# PMV online or mail in?



## shanx1996 (May 31, 2016)

Hey guys!

When applying for a PMV is it best to apply online or mail in a paper copy? Also does my fiancé need to sign the backs of the documents he's providing like his passport, birth certificate, written statement about our relationship etc etc? 

Thank you!


----------



## Kaffee (Aug 28, 2015)

I don't think there is a 'best'. Applying online is easy and you do not have to sign or certify any of the documents apart from the Form888. Just scan them in colour.


----------



## shanx1996 (May 31, 2016)

thanks so much!


----------



## equinox (Jan 29, 2017)

Hello,
Would it be very important the each of the signed form 888 to come along with certified ID's?

Also may I ask if we can go ahead in submitting the 47SP while waiting for the statutory declaration to complete so we could touch base somehow?

Or are we required to upload everything altogether after submission?

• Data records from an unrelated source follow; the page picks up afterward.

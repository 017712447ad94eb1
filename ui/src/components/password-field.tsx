import { Button, FormGroup, InputGroup } from '@blueprintjs/core';
import { useState } from 'react';

export interface PasswordFieldProps {
  id: string;
  label: string;
  value: string;
  onChange: (value: string) => void;
  /** `new-password` (default) or `current-password`. */
  autoComplete?: 'new-password' | 'current-password';
  /** Under the field: what is asked of the password. */
  hint?: string;
  /** What is wrong with it, in words. */
  problem?: string | undefined;
}

/** A password that can be pasted, filled in by a manager, and looked at. */
export function PasswordField(props: PasswordFieldProps) {
  const { id, label, value, onChange, autoComplete = 'new-password', hint, problem } = props;
  const [isShown, setShown] = useState(false);
  return (
    <FormGroup
      label={label}
      labelFor={id}
      helperText={problem ?? hint}
      intent={problem === undefined ? 'none' : 'danger'}
    >
      <InputGroup
        id={id}
        type={isShown ? 'text' : 'password'}
        autoComplete={autoComplete}
        required
        value={value}
        onValueChange={onChange}
        aria-invalid={problem !== undefined}
        rightElement={
          <Button
            variant="minimal"
            size="small"
            aria-pressed={isShown}
            aria-label={`Show ${label.toLowerCase()}`}
            onClick={() => setShown(!isShown)}
          >
            {isShown ? 'Hide' : 'Show'}
          </Button>
        }
      />
    </FormGroup>
  );
}
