/** The mark of Stubpost: the bumping post, a short rail running to it, and the open end. */
export function PostMark({ size = 22 }: { size?: number }) {
  return (
    <svg viewBox="0 0 22 20" width={size} height={(size * 20) / 22} aria-hidden="true" focusable="false">
      <path
        fill="currentColor"
        d="M1 0H6.5V20H1zM6.5 8.25H13.5V11.75H6.5zM15.5 8.25H18V11.75H15.5zM20 8.25H21.5V11.75H20z"
      />
    </svg>
  );
}
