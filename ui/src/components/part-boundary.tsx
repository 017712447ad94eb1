import { Button } from '@blueprintjs/core';
import { Component, type ErrorInfo, type ReactNode } from 'react';
import styles from './page-states.module.css';

/** Four signs that name a fault: the same fault gives the same code, so that people can tell it over the radio. */
export function faultCode(problem: unknown): string {
  const text = problem instanceof Error ? `${problem.name}: ${problem.message}` : String(problem);
  let sum = 0x811c;
  for (const sign of text) sum = ((sum ^ (sign.codePointAt(0) ?? 0)) * 0x0193) & 0xffff;
  return sum.toString(16).toUpperCase().padStart(4, '0');
}

interface Props {
  /** What broke, as the sentence names it: "This panel", "This list". */
  part?: string;
  /** What goes on: "The board is fine." */
  rest?: string;
  children: ReactNode;
}

/** Keeps a fault inside one part of the page, says so, and can draw the part anew. */
export class PartBoundary extends Component<Props, { problem: unknown }> {
  override state = { problem: undefined as unknown };

  static getDerivedStateFromError(problem: unknown): { problem: unknown } {
    return { problem: problem ?? new Error('unknown') };
  }

  override componentDidCatch(problem: Error, info: ErrorInfo): void {
    console.error(`Fault ${faultCode(problem)}`, problem, info.componentStack);
  }

  override render(): ReactNode {
    if (this.state.problem === undefined) return this.props.children;
    const { part = 'This panel', rest = 'The board is fine.' } = this.props;
    const name = part.replace(/^This /, '');
    return (
      <div className={styles.state} role="alert">
        <p>
          {part} stopped working. {rest}
        </p>
        <div className="sp-actions">
          <Button onClick={() => this.setState({ problem: undefined })}>Reload {name}</Button>
          <span className="muted">code {faultCode(this.state.problem)}</span>
        </div>
      </div>
    );
  }
}
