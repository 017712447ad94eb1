import type { Health, Priority, TurnState } from '@stubpost/shared';
import { HEALTH_WORDS, PRIORITY_WORDS, TURN_STATE_WORDS } from './words';

/** How a turn stands, when somebody must know: shape, word and colour. On plan there is no flag. */
export function HealthFlag({
  health,
  detail,
}: {
  health: Health;
  /** After the word: "3 min". */ detail?: string;
}) {
  if (health === 'on-plan') return null;
  const words = detail === undefined ? HEALTH_WORDS[health] : `${HEALTH_WORDS[health]} ${detail}`;
  return <span className={`flag ${health}`}>{words}</span>;
}

/** Whose move it is: shape and word in ink. Only a standing "Act now" is filled. */
export function PriorityMark({
  priority,
  over = false,
}: {
  priority: Priority;
  /** The alert no longer stands. */ over?: boolean;
}) {
  return <span className={`flag ${priority}${over ? ' over' : ''}`}>{PRIORITY_WORDS[priority]}</span>;
}

/** A blue signal is up: the flag on its staff, the only blue there is. */
export function BlueSignalFlag({ words = 'Blue signal' }: { words?: string }) {
  return <span className="flag blue-signal">{words}</span>;
}

/** The state of a turn in the word of the glossary. */
export function StateWord({ state }: { state: TurnState }) {
  if (state === 'annulled') return <span className="flag annulled">{TURN_STATE_WORDS.annulled}</span>;
  return <span className="nowrap">{TURN_STATE_WORDS[state]}</span>;
}
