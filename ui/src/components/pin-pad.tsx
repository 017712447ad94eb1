import { useId, type Ref } from 'react';
import styles from './pin-pad.module.css';

const DIGITS = ['1', '2', '3', '4', '5', '6', '7', '8', '9'];

/** Keys for a PIN, large enough for a glove. The field beside it shows dots and takes a keyboard just as well. */
export function PinPad({
  value,
  onChange,
  longest,
}: {
  value: string;
  onChange: (value: string) => void;
  longest: number;
}) {
  const add = (digit: string): void => onChange((value + digit).slice(0, longest));
  return (
    <div className={styles.pad} role="group" aria-label="Number pad for the PIN">
      {DIGITS.map((digit) => (
        <button key={digit} type="button" onClick={() => add(digit)}>
          {digit}
        </button>
      ))}
      <button type="button" className={styles.small} onClick={() => onChange('')}>
        Clear
      </button>
      <button type="button" onClick={() => add('0')}>
        0
      </button>
      <button type="button" className={styles.small} onClick={() => onChange(value.slice(0, -1))}>
        Erase
      </button>
    </div>
  );
}

/** A large field with its label above. */
export function BigField({
  label,
  value,
  onChange,
  type = 'text',
  autoComplete,
  inputMode,
  inputRef,
  maxLength,
}: {
  label: string;
  value: string;
  onChange: (value: string) => void;
  type?: 'text' | 'password';
  autoComplete: string;
  inputMode?: 'text' | 'numeric' | 'none';
  inputRef?: Ref<HTMLInputElement>;
  maxLength?: number;
}) {
  const id = useId();
  return (
    <div className={styles.field}>
      <label htmlFor={id}>{label}</label>
      <input
        id={id}
        ref={inputRef}
        type={type}
        required
        value={value}
        maxLength={maxLength}
        autoComplete={autoComplete}
        autoCapitalize="characters"
        spellCheck={false}
        inputMode={inputMode}
        onChange={({ target }) => onChange(target.value)}
      />
    </div>
  );
}
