import { createHash, randomUUID } from 'node:crypto';
import type { EntryReceipt, WireEntry, WireTurn } from '@stubpost/shared';
import { Reader } from '../src/database/reader';
import { UnitOfWork } from '../src/database/unit-of-work';
import { PeopleService } from '../src/people/people.service';
import { TerminalsService } from '../src/terminals/terminals.service';
import { signInAs } from './support/sign-in';
import {
  type Railroad,
  aRailroad,
  addHarbor,
  anEntryRequest,
  at,
  openTurn,
  record,
} from './support/railroad';

let railroad: Railroad;

beforeEach(async () => {
  railroad = await aRailroad();
  await addHarbor(railroad.app);
});
afterEach(() => railroad.close());

const open = async (options: Parameters<typeof openTurn>[1] = {}): Promise<WireTurn> =>
  openTurn(await railroad.as('dispatcher'), options);
const post = async (role: Parameters<Railroad['as']>[0], turn: WireTurn, request: object) =>
  (await railroad.as(role)).agent.post(`/api/turns/${turn.id}/entries`).send(request);
const toTime = (seconds: number) => railroad.clock.set(Date.parse(at(seconds)));

describe('an entry', () => {
  test('carries who wrote it, who said it, how it is known, when it was seen and when it came in', async () => {
    const turn = await open();
    toTime(100);
    const dispatcher = await railroad.as('dispatcher');
    await record(
      dispatcher,
      turn.id,
      anEntryRequest('step-done', 60, {
        step: 'handbrake-set',
        source: 'by-radio',
        saidBy: 'Conductor Ortiz',
        clockOffsetMilliseconds: -120,
        reading: { count: 2, cars: ['5512', '5513'] },
      }),
    );
    const answer = await dispatcher.agent.get(`/api/turns/${turn.id}/entries`).expect(200);
    expect(answer.body).toMatchObject([
      {
        sequence: 1,
        kind: 'step-done',
        step: 'handbrake-set',
        observedAt: at(60),
        receivedAt: at(100),
        source: 'by-radio',
        by: { id: dispatcher.personId, name: dispatcher.name },
        saidBy: 'Conductor Ortiz',
        clockOffsetMilliseconds: -120,
        reading: { count: 2, cars: ['5512', '5513'] },
      },
    ]);
  });

  test('sent twice is one entry with one receipt', async () => {
    const turn = await open();
    const request = anEntryRequest('arrival', 0);
    const first = await post('conductor', turn, request);
    toTime(60);
    const second = await post('conductor', turn, { ...request, observedAt: '2026-03-03T17:20:00-05:00' });
    expect([first.status, second.status]).toEqual([201, 200]);
    const [one, two] = [first.body as EntryReceipt, second.body as EntryReceipt];
    expect([two.sequence, two.hash]).toEqual([one.sequence, one.hash]);
    expect(two.turn.version).toBe(one.turn.version);
  });

  test('is refused when another one has its id: other body, other writer, other turn', async () => {
    const turn = await open();
    const request = anEntryRequest('arrival', 0);
    await post('conductor', turn, request);
    const others = [
      await post('conductor', turn, { ...request, observedAt: at(1) }),
      await post('dispatcher', turn, request),
      await post('conductor', await open({ train: '2' }), request),
    ];
    for (const other of others) {
      expect(other.status).toBe(409);
      expect(other.body).toMatchObject({ code: 'entry.id_taken' });
    }
  });

  test('sent many times at once is still one entry', async () => {
    const turn = await open();
    const conductor = await railroad.as('conductor');
    const request = anEntryRequest('arrival', 0);
    const answers = await Promise.all(
      Array.from({ length: 20 }, () => conductor.agent.post(`/api/turns/${turn.id}/entries`).send(request)),
    );
    expect(answers.filter((answer) => answer.status === 201)).toHaveLength(1);
    expect(answers.filter((answer) => answer.status === 200)).toHaveLength(19);
    expect(new Set(answers.map((answer) => (answer.body as EntryReceipt).hash)).size).toBe(1);
  });

  test('that two people record at once is recorded for both', async () => {
    const turn = await open();
    const answers = await Promise.all([
      post('conductor', turn, anEntryRequest('arrival', 0)),
      post('dispatcher', turn, anEntryRequest('arrival', 30, { source: 'by-radio', saidBy: 'Ortiz' })),
    ]);
    expect(answers.map((answer) => answer.status)).toEqual([201, 201]);
    const versions = answers.map((answer) => (answer.body as EntryReceipt).turn.version).sort();
    expect(versions).toEqual([turn.version + 1, turn.version + 2]);
    const after = await (await railroad.as('conductor')).agent.get(`/api/turns/${turn.id}`);
    expect((after.body as WireTurn).inbound?.actualArrivalAt).toBe(at(0));
  });

  test('is never refused for what it says: out of order, too early, a smaller count, after the departure', async () => {
    const turn = await open();
    const requests = [
      anEntryRequest('step-done', 0, { step: 'leaving-end-test' }),
      anEntryRequest('departure', 5),
      anEntryRequest('step-done', 10, { step: 'handbrake-set', reading: { count: 2 } }),
      anEntryRequest('step-done', 20, { step: 'handbrake-released', reading: { count: 1 } }),
      anEntryRequest('withdrawn', 20, { target: randomUUID(), reason: 'wrong step' }),
      anEntryRequest('blue-signal-up', 30),
    ];
    for (const request of requests) {
      const role = request['kind'] === 'blue-signal-up' ? 'inspector' : 'dispatcher';
      expect((await post(role, turn, request)).status).toBe(201);
    }
    const after = await (await railroad.as('dispatcher')).agent.get(`/api/turns/${turn.id}`);
    const findings = (after.body as WireTurn).findings.join('\n');
    expect(findings).toContain('1 of 2 handbrakes released');
    expect(findings).toContain('Left at');
  });

  test.each([
    ['no id', { id: undefined }, 'request.invalid'],
    ['a kind nobody knows', { kind: 'hopping' }, 'request.invalid'],
    ['a field nobody knows', { colour: 'red' }, 'request.invalid'],
    ['a time without a zone', { observedAt: '2026-03-03T17:20:00' }, 'request.invalid'],
    ['a step nobody knows', { kind: 'step-done', step: 'dance' }, 'entry.step_unknown'],
    ['a person nobody knows', { kind: 'crew', person: 'nobody', as: 'engineer' }, 'entry.person_unknown'],
    ['half a character', { kind: 'note', note: 'a\ud800' }, 'request.invalid'],
  ])('with %s cannot be read', async (_, fields, code) => {
    const answer = await post('conductor', await open(), { ...anEntryRequest('arrival', 0), ...fields });
    expect(answer.status).toBe(400);
    expect(answer.body).toMatchObject({ code });
  });

  test('needs somebody who is signed in, a role that records its kind, and a turn', async () => {
    const turn = await open();
    const arrival = () => anEntryRequest('arrival', 0);
    const stranger = await signInAs(railroad.app, null);
    await stranger.agent.post(`/api/turns/${turn.id}/entries`).send(arrival()).expect(403);
    await railroad.app.get(TerminalsService).add({ code: 'CAM', name: 'Camden', zone: 'America/New_York' });
    const elsewhere = await signInAs(railroad.app, 'dispatcher', 'CAM');
    const refused = await elsewhere.agent.post(`/api/turns/${turn.id}/entries`).send(arrival()).expect(403);
    expect(refused.body).toMatchObject({ code: 'entry.kind_not_permitted' });
    const hold = anEntryRequest('hold', 0, { until: at(60), reason: 'Connection' });
    expect((await post('conductor', turn, hold)).body).toMatchObject({ code: 'entry.kind_not_permitted' });
    expect((await post('inspector', turn, arrival())).status).toBe(403);
    expect((await post('administrator', turn, arrival())).status).toBe(403);
    expect((await post('conductor', { ...turn, id: randomUUID() }, arrival())).body).toMatchObject({
      code: 'turn.unknown',
    });
  });
});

Also can be go back and review 47SP once submitted?


Sorry I have heaps of questions.

Thanks in advance!


----------



## Skybluebrewer (Jan 15, 2016)

Yes, you need to supply ID of the people who fill out the Form 888s, and we used passports to prove their Australian citizenship.

You can start the application whenever you want, it's not submitted until you pay. Once you submit it, you may not edit it. You can only update changes by using a separate form. Yes you can submit the app before you have the Form 888s to submit as well but you should try and have all required docs and evidence uploaded within a few weeks of applying. This applies to online apps only; if you apply paper app, you should send everything in together. This is why online is often a better choice as you can add evidence and information as you go.

And you cannot upload anything until after the app is submitted and paid for online.


----------



## equinox (Jan 29, 2017)

Thanks for responding Skybluebrewer  Now I can confidently hit the submit button


----------